Edge Resource	Metrics	Description	Measurement Unit
CPU	Processing Speed	The number of instructions per second the computer executes.	MHz
	Utilization	Current system-wide CPU utilization.	Percentage
	Frequency	Include current, minimum and maximum CPU frequencies.	MHz
	Counts	The system’s logical CPU count.	Number
Process	Creation Time	The process’s creation time, since the epoch.	s
	Execution Time	The time spent by the system executing the task.	s
	Timeout	The wait for a process’s PID to terminate.	s
Memory	Available	The amount of RAM that can be made available to programs without forcing the operating system to swap.	bytes
	Cached	Cache memory for numerous purposes.	bytes
	Usage	The amount of memory used.	bytes
	Size	Total physical memory.	bytes
	Shared	The memory that many processes may concurrently access.	bytes
Network	I/O	System-wide network I/O statistics that includes: bytes sent|bytes received|packets sent|packets received.	bytes/packets
	Latency/Delay	The amount of time it takes to transfer data from one destination to another.	s
	Throughput	The number of data packets successfully sent to the destination, which varies depending on the network area. Dropped packets must be retransmitted if throughput is low.	bits per second (bps)
	Bandwidth	Maximum data transfer rate or capacity of a given network for understanding network speed and quality.	bits per second (bps)
Sensors	Battery Level	Battery power left.	Percentage
	Battery Secs Left	Approximate seconds left before the battery runs out of power.	s
	Battery power plugged	The AC power cord is plugged in.	Boolean
	Fans	Hardware fan speed.	RPM
	Temperature	The hardware’s current temperature.	Celsius
Storage	Disk Space	Total disk space.	bytes
	Disk Usage	Disk space used.	bytes

, containing the respective description and metrics.The psutil (process and system utilities) Python library [36] provides access to system and process information on any supported platform such as CPU, memory, disks, network, sensors, etc. The categorization is largely based on such utility functions that can monitor edge nodes to help create the resource profile, control access to system resources, and manage processes in progress.

In addition to the quantitative performance qualities indicated in Table 1, the following intangible elements can also improve edge performance.

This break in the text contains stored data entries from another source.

describe('outlines on a geographic grid (GeographicLib)', () => {
  it('the polygon area of each outline in longitude/latitude equals the depression\'s area to 1e-9', () => {
    // 3″ cells near 46° N, north-up; a rough random DEM (many nested and corner-touching depressions)
    const t: GeoTransform = [10, 1 / 1200, 0, 46, 0, -1 / 1200];
    const base = cornerGrid(7, 24, 18, t);
    const g = new Grid({ width: 24, height: 18, values: base.values, transform: t, crs: { epsg: 4326, geographic: true, linearUnit: 'degree' } });
    const { result, report } = pondsReport(g, { euler: false });
    expect(report.units.area).toBe('m²');
    const outlines = depressionOutlines(g, result.rasters.labels, result.hierarchy, 'all');
    expect(outlines).toHaveLength(report.depressions.length);
    let multi = 0;
    for (const o of outlines) {
      if (o.polygons.length > 1) multi++;
      let a = 0;
      for (const p of o.polygons) for (const ring of p) a += geodesicRingArea(ring);
      const want = result.hierarchy.area[o.id];
      // Source: GeographicLib's polygon area on WGS84 (counter-clockwise positive)
      expect(Math.abs(a - want) / want).toBeLessThan(1e-9);
    }
    expect(multi).toBeGreaterThan(0);
  });
});

describe('catchment outlines on a geographic grid (GeographicLib)', () => {
  it('the polygon area of each catchment (every level) in longitude/latitude equals its catchmentArea to 1e-9', () => {
    const t: GeoTransform = [10, 1 / 1200, 0, 46, 0, -1 / 1200];
    const base = cornerGrid(11, 22, 16, t);
    const g = new Grid({ width: 22, height: 16, values: base.values, transform: t, crs: { epsg: 4326, geographic: true, linearUnit: 'degree' } });
    const { result } = pondsReport(g, { euler: false, catchments: 'raster' });
    const C = result.catchments!;
    const outlines = depressionOutlines(g, C.labels!, result.hierarchy, 'all');
    expect(outlines.length).toBeGreaterThan(3);
    for (const o of outlines) {
      let a = 0;
      for (const p of o.polygons) for (const ring of p) a += geodesicRingArea(ring);
      // Source: GeographicLib's polygon area on WGS84 (counter-clockwise positive)
      expect(Math.abs(a - C.area[o.id]) / C.area[o.id]).toBeLessThan(1e-9);
    }
  });
});

describe.skipIf(!hasGdal)('GEOS accepts every outline (GDAL/OGR, live)', () => {
  it('valid Simple Features, OGR area = reported area to 1e-9, ogr2ogr converts to GeoPackage without a warning', () => {
    const dir = tempDir('sill-outlines-');
    const features: string[] = [];
    let n = 0;
    const add = (g: Grid, levels: OutlineLevels | 'ponds', area: (id: number) => number) => (id: number, o: Outline) => {
      let geom = '';
      writeOutlineGeometry({ write: (s) => { geom += s; } }, o, g.transform);
      features.push(`{"type":"Feature","id":${++n},"geometry":${geom},"properties":{"levels":"${levels}","id":${id},"area":${area(id)}}}`);
    };
    const outline = (g: Grid, conn: 4 | 6 | 8 = 8) => {
      const { result } = pondsReport(g, { connectivity: conn, euler: false });
      const H = result.hierarchy;
      for (const levels of ['leaf', 'top', 'all'] as const) traceDepressionOutlines(g, result.rasters.labels, H, levels, add(g, levels, (d) => H.area[d]));
    };
    const t: GeoTransform = [500000, 5, 0, 5800000, 0, -5];
    // random DEMs with many cells meeting at a corner (fast-check's generator, fixed seed)
    for (const [seed, w, h, conn] of fc.sample(fc.tuple(fc.integer(), fc.integer({ min: 4, max: 24 }), fc.integer({ min: 4, max: 24 }), fc.constantFrom<4 | 6 | 8>(4, 6, 8)), { numRuns: 60, seed: 17 })) {
      outline(cornerGrid(seed, w, h, t), conn);
    }
    // the committed DEM fixtures (fixtures/hydro/fill-reference.json)
    for (const c of fillReference().cases) {
      const g0 = gridOf(c.width, c.height, c.values);
      outline(new Grid({ width: c.width, height: c.height, values: g0.values, transform: t, crs: null }), c.connectivity);
    }
    // a rough terrain like the benchmark's (bench/lib/terrain.mjs), and the ponds runoff leaves on it
    const size = 160;
    const g = new Grid({ width: size, height: size, values: fractalTerrain(size, { seed: 17 }), transform: t, crs: null });
    outline(g);
    const ro = runoff(g, { depth: 0.04, euler: false });
    const B = ro.bodies;
    traceBodyOutlines(g, ro.rasters.bodies, B.count, add(g, 'ponds', (b) => B.area[b]));
    const path = join(dir, 'outlines.geojson');
    writeFileSync(path, `{"type":"FeatureCollection","features":[${features.join(',')}]}\n`);
    // Source: GDAL/OGR with GEOS — IsValid() (OGC Simple Features), GetArea(), ogr2ogr to GeoPackage
    const script = `
import json, sys, subprocess
from osgeo import ogr, gdal
gdal.UseExceptions()
ds = ogr.Open(sys.argv[1])
lay = ds.GetLayer(0)
bad, worst, types, holes, parts = [], 0.0, set(), 0, 0
for f in lay:
    g = f.GetGeometryRef()
    types.add(g.GetGeometryName())
    if not g.IsValid():
        bad.append(f.GetFID())
    want = f.GetField('area')
    worst = max(worst, abs(g.GetArea() - want) / want)
    polys = [g.GetGeometryRef(i) for i in range(g.GetGeometryCount())] if g.GetGeometryName() == 'MULTIPOLYGON' else [g]
    parts += len(polys)
    holes += sum(p.GetGeometryCount() - 1 for p in polys)
p = subprocess.run(['ogr2ogr', '-f', 'GPKG', sys.argv[2], sys.argv[1]], capture_output=True, text=True)
print(json.dumps({'n': lay.GetFeatureCount(), 'bad': bad[:10], 'nbad': len(bad), 'worst': worst, 'types': sorted(types), 'holes': holes, 'parts': parts,
                  'ogr2ogr': p.returncode, 'stderr': p.stderr}))
`;
    const py = spawnSync(PY, ['-c', script, path, join(dir, 'outlines.gpkg')], { encoding: 'utf8' });
    expect(py.status, py.stderr).toBe(0);
    const r = JSON.parse(py.stdout);
    expect(r.n).toBe(n);
    expect(r.nbad, `invalid: ${r.bad}`).toBe(0);
    expect(r.worst).toBeLessThan(1e-9);
    expect(r.types).toEqual(['MULTIPOLYGON', 'POLYGON']);
    // the cases did exercise holes and corner-touching parts
    expect(r.holes).toBeGreaterThan(100);
    expect(r.parts).toBeGreaterThan(n + 100);
    expect(r.ogr2ogr).toBe(0);
    expect(r.stderr).toBe('');
  });
});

Agility: This involves preparing for unknown workloads and applications, reconfiguring component systems, and having edge management tools that adapt. It relates to the velocity component of big data and the capacity to process continuously flowing streams in a timely manner [37].

Total Cost of Ownership: Edge providers must weigh the costs and benefits of using industry-standard hardware, storage, support, and other services, as the redundant infrastructures required to support cloud computing have a significant impact on the TCO [38]. Detaching storage components from other parts of the system may help with scalability.

Serviceability: Edge locations can be difficult to service due to distance, cost, and the volume of sites to service. The serviceability of a network is defined as its capacity to meet the needs of connected end devices (e.g., throughput, delay, and packet loss) [39]. In the 5G era, high serviceability at the edge of the network is seen as a crucial foundational criterion for a successful Internet of Things paradigm. A software-defined implementation with high availability and durability of hardware and storage media is recommended.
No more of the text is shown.